I was looking forward to reading Selfish Reasons to Have More Kids because I think that raising children is an immensely rewarding experience (if you are a child of mine reading this: it’s because of your siblings, not you — I wouldn’t want you to get all cocky!) and that people are needlessly shy about going beyond the standard 2.1 kids per family. And I did enjoy reading the first few chapters, in which the author makes the simple points that (1) raising children is, indeed, rewarding after the fact, even if the nose-to-the-grindstone years are, well, grinding and (2) our current culture is pressuring parents to expand vast amounts of completely unnecessary energy into controlling every aspect of their children’s lives, which is exhausting and futile and should be abandoned in favor of having more children.

Because it turns out that we, clever, devoted, yet modest parents don’t make any difference whatsoever in how our kids turn out, or at least that’s what the author says, repeats, and repeats again, ad nauseam, for the next many chapters.

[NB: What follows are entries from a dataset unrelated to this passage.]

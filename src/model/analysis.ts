import type { BeamSolution } from "../beam/index.js";
import type { Section } from "../section/index.js";
import type { ModelCombinationResults } from "./combination-types.js";
import type { Model, ModelUnits } from "./model.js";

/**
 * The results of `analyzeModel`, every value in the model's own {@link ModelUnits}
 * (repeated in `units` so that a reader of the JSON form knows them).
 *
 * Sign conventions: x from the left end; reactions positive upward (force) and counterclockwise
 * (moment); bending moment positive when sagging; shear V = dM/dx; slope positive
 * counterclockwise; deflection positive upward; stress positive in tension.
 */

/** An extreme value and where it occurs. */
export interface ModelExtreme {
  /** The value, in the unit of the quantity. */
  readonly value: number;
  /** Where it occurs, in the length unit from the left end. */
  readonly at: number;
}

/** The largest and smallest values of a quantity along the member. */
export interface ModelPeaks {
  /** The largest (most positive) value and its position. */
  readonly max: ModelExtreme;
  /** The smallest (most negative) value and its position. */
  readonly min: ModelExtreme;
}

/** The reaction at one support. */
export interface ModelReaction {
  /** Index of the support in `model.supports`. */
  readonly support: number;
  /** The support's kind. */
  readonly kind: "pin" | "roller" | "fixed" | "guided" | "spring";
  /** Position, in the length unit. */
  readonly at: number;
  /** Force, positive upward, in the force unit (0 where deflection is free). */
  readonly force: number;
  /** Moment, positive counterclockwise, in the moment unit (0 where rotation is free). */
  readonly moment: number;
}

/**
 * One polynomial piece of a diagram: on `from <= x <= to` (length unit) the value is
 * `sum coefficients[k] * (x - from)^k`, in the quantity's unit.
 */
export interface ModelDiagramPiece {
  /** Start of the piece, in the length unit. */
  readonly from: number;
  /** End of the piece, in the length unit. */
  readonly to: number;
  /** Coefficients in powers of (x - from), lowest first; x in the length unit. */
  readonly coefficients: readonly number[];
}

/** A quantity along the member as exact polynomial pieces, in the model's units. */
export interface ModelDiagram {
  /** The unit of the values. */
  readonly unit: string;
  /** Contiguous pieces from 0 to the member length, in order. */
  readonly pieces: readonly ModelDiagramPiece[];
}

/** Shear, moment, slope and deflection along the member, for plotting. */
export interface ModelDiagrams {
  /** Shear force, in the force unit. */
  readonly shear: ModelDiagram;
  /** Bending moment, positive sagging, in the moment unit. */
  readonly moment: ModelDiagram;
  /** Slope, positive counterclockwise, in the rotation unit. */
  readonly slope: ModelDiagram;
  /** Deflection, positive upward, in the deflection unit. */
  readonly deflection: ModelDiagram;
}

/** Properties of the model's cross-section, in the section units. */
export interface ModelSectionResult {
  /** The shape name from the model file. */
  readonly shape: string;
  /** Area, in the area unit; for a built-up section of several materials, transformed to the model's material. */
  readonly area: number;
  /** Centroid, in the section-length unit, in the shape's own coordinates (y up, z horizontal). */
  readonly centroid: {
    /** Vertical position of the centroid. */
    readonly y: number;
    /** Horizontal position of the centroid. */
    readonly z: number;
  };
  /**
   * Second moment about the horizontal centroidal axis (bending axis), in the second-moment unit;
   * for several materials, of the section transformed to the model's material (the stiffness is E I_z).
   */
  readonly secondMomentZ: number;
  /** Second moment about the vertical centroidal axis, in the second-moment unit. */
  readonly secondMomentY: number;
  /** Product moment of area I_yz = integral of y z dA about the centroidal axes, in the second-moment unit (any sign). */
  readonly productMoment: number;
  /**
   * The extreme fibres as y measured up from the centroid, in the section-length unit: `top`
   * (>= 0) and `bottom` (<= 0), as `sectionProperties(...).extremes` of the typed API.
   */
  readonly extremes: {
    /** y of the top fibre, up from the centroid (>= 0). */
    readonly top: number;
    /** y of the bottom fibre, up from the centroid (<= 0). */
    readonly bottom: number;
  };
  /** Elastic section moduli (positive), in the section-modulus unit: `top` = I_z / top, `bottom` = I_z / |bottom|. */
  readonly sectionModulus: {
    /** I_z over the distance to the top fibre. */
    readonly top: number;
    /** I_z over the distance to the bottom fibre. */
    readonly bottom: number;
  };
  /** @deprecated Use `productMoment` (same value); not in the JSON form. */
  readonly productMomentYZ: number;
  /** @deprecated Use `sectionModulus.top` (same value); not in the JSON form. */
  readonly sectionModulusTop: number;
  /** @deprecated Use `sectionModulus.bottom` (same value); not in the JSON form. */
  readonly sectionModulusBottom: number;
  /** @deprecated Use `extremes.top` (same value); not in the JSON form. */
  readonly yTop: number;
  /** @deprecated Use `-extremes.bottom` (a positive distance); not in the JSON form. */
  readonly yBottom: number;
}

/** The extreme bending stress and where it occurs, along the member and across the section. */
export interface ModelStressExtreme {
  /** Stress, positive in tension, in the stress unit. */
  readonly value: number;
  /** Position along the member, in the length unit. */
  readonly at: number;
  /** Fibre height above the centroid (negative below), in the section-length unit. */
  readonly y: number;
  /**
   * For a section of several materials: the index of the part (in `section.parts`) where the
   * stress occurs, sigma = -n M y / I_z with n the part's modular ratio. Absent for one material.
   */
  readonly part?: number;
}

/** The peak shear stress and where it occurs. */
export interface ModelShearStressExtreme {
  /** Shear stress magnitude, tau = |V| Q / (I_z b), in the stress unit (>= 0). */
  readonly value: number;
  /** Position along the member (where |V| is largest), in the length unit. */
  readonly at: number;
  /** Height of the cut where it acts, above the centroid (negative below), in the section-length unit. */
  readonly y: number;
}

/** The peak shear stress in one solid part of a section of several materials, over the part's own heights. */
export interface ModelPartShearStress extends ModelShearStressExtreme {
  /** The part's index in `section.parts`. */
  readonly part: number;
}

/** The largest tensile and compressive bending stress on the member. */
export interface ModelStress {
  /** Largest tension (a value >= 0). */
  readonly tension: ModelStressExtreme;
  /** Largest compression (a value <= 0). */
  readonly compression: ModelStressExtreme;
  /**
   * Largest shear stress magnitude and where it acts; absent when the shear force is zero
   * everywhere. For a section of several materials, the largest of the materials' own stresses
   * n |V| Q* / (I* b*) (transformed section), not the transformed section's.
   */
  readonly shear?: ModelShearStressExtreme;
  /** For a section of several materials: each solid part's own peak shear stress, by part index. */
  readonly shearByPart?: readonly ModelPartShearStress[];
}

/**
 * One check of the member against a limit of the model, as decided by the member-check module
 * (`checkMember` of `flexura/check`), re-expressed in the model's units.
 */
export interface ModelCheck {
  /**
   * What is checked: the deflection of one span or cantilever; the peak tensile or compressive
   * bending stress (each against the allowable bending stress); the peak shear stress.
   */
  readonly kind: "deflection" | "bending-tension" | "bending-compression" | "shear-stress";
  /** The demand (a magnitude), in `unit`. */
  readonly demand: number;
  /** The limit (a magnitude), in `unit`. */
  readonly capacity: number;
  /** demand / capacity; at most 1 to pass. */
  readonly utilisation: number;
  /** True when the demand does not exceed the capacity. */
  readonly pass: boolean;
  /** Where the demand occurs, in the length unit. */
  readonly at: number;
  /** The unit of `demand` and `capacity`. */
  readonly unit: string;
  /** A short plain description, such as "deflection of span 1 (0 to 4 m) against its length/360". */
  readonly description: string;
  /** Deflection checks: the index of the span or cantilever, left to right from 0. */
  readonly span?: number;
  /** Bending checks: the fibre where the stress occurs. */
  readonly fibre?: "top" | "bottom";
  /** Stress checks: the fibre or cut height above the centroid (negative below), in the section-length unit. */
  readonly y?: number;
  /** Checks of one part of a section of several materials: the part's index in `section.parts`. */
  readonly part?: number;
}

/** A caution about the model or its results that does not stop the analysis. */
export interface ModelWarning {
  /** Stable kebab-case code. */
  readonly code: string;
  /** Plain description. */
  readonly message: string;
}

/**
 * For each kind of quantity, how many SI base units one model unit holds:
 * `valueSI = valueInModelUnits * scale[kind]` (for example 1000 for a force in kN).
 */
export type ModelScale = { readonly [K in keyof ModelUnits]: number };

/**
 * The results an analysis and its JSON form share, value for value, in the model's units.
 */
export interface ModelResults {
  /** The units of every value below. */
  readonly units: ModelUnits;
  /** Reactions, in the order of `model.supports`. */
  readonly reactions: readonly ModelReaction[];
  /** Shear force peaks, in the force unit. */
  readonly shear: ModelPeaks;
  /** Bending moment peaks (positive sagging), in the moment unit. */
  readonly moment: ModelPeaks;
  /** Slope peaks (positive counterclockwise), in the rotation unit. */
  readonly slope: ModelPeaks;
  /** Deflection peaks (positive upward), in the deflection unit. */
  readonly deflection: ModelPeaks;
  /** Section properties, when the model has a section. */
  readonly section?: ModelSectionResult;
  /** Extreme bending stresses, when the model has a section. */
  readonly stress?: ModelStress;
  /** Checks against the model's limits (those that could be evaluated). */
  readonly checks: readonly ModelCheck[];
  /**
   * True when at least one check ran and every check passes, the checks per combination
   * (`combinations.checks`) included. False when a check fails, and when no limit and no check
   * group was given: with nothing checked there is no pass to claim.
   */
  readonly pass: boolean;
  /** Cases, combinations, envelopes and the checks per combination, when the model has `cases`. */
  readonly combinations?: ModelCombinationResults;
  /** Shear, moment, slope and deflection along the member, for plotting. */
  readonly diagrams: ModelDiagrams;
  /** Cautions about the model or its results. */
  readonly warnings: readonly ModelWarning[];
}

/** Everything `analyzeModel` found, in the model's units. */
export interface ModelAnalysis extends ModelResults {
  /** The model that was analysed. */
  readonly model: Model;
  /** SI base units per model unit, for each kind of quantity. */
  readonly scale: ModelScale;
  /**
   * The solver's own result, in SI base units (m, N, N*m, rad): `value / scale[kind]` gives model
   * units. Not part of the JSON form. Always set by `analyzeModel`; optional so that an analysis
   * built by hand (say, to test a report) need not carry one.
   */
  readonly solution?: BeamSolution;
  /**
   * The cross-section as built, in metres (y up, z horizontal), for drawing; present when the
   * model has a section. Divide coordinates by `scale.sectionLength` for the model's units. Not
   * part of the JSON form.
   */
  readonly sectionGeometry?: Section;
}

And while I agree that there’s very little we can do (or should do!) to unmold our kids from their inborn personalities, I remain firmly convinced that hands-on parenting, in which we help the child succeed with his or her personality, not ours, is essential. Surely that point could be made more clearly.

I also wish that a more enlightened discussion of the practical challenges of raising children could have been included. It’s easy enough to wave hands and assert that three or four children are just as easy as two but who coordinates the daycare and school options? Why does school end at 3pm? Who gets to have a job that includes travel? It may be easier with a university professor’s job but most jobs are very inflexible when it comes to raising children, even without a hothouse approach.

Finally, the last several chapters are just a retread of the earlier ones, staged with gratuitous and forced dialogs that bring no value. Where have all the good editors gone?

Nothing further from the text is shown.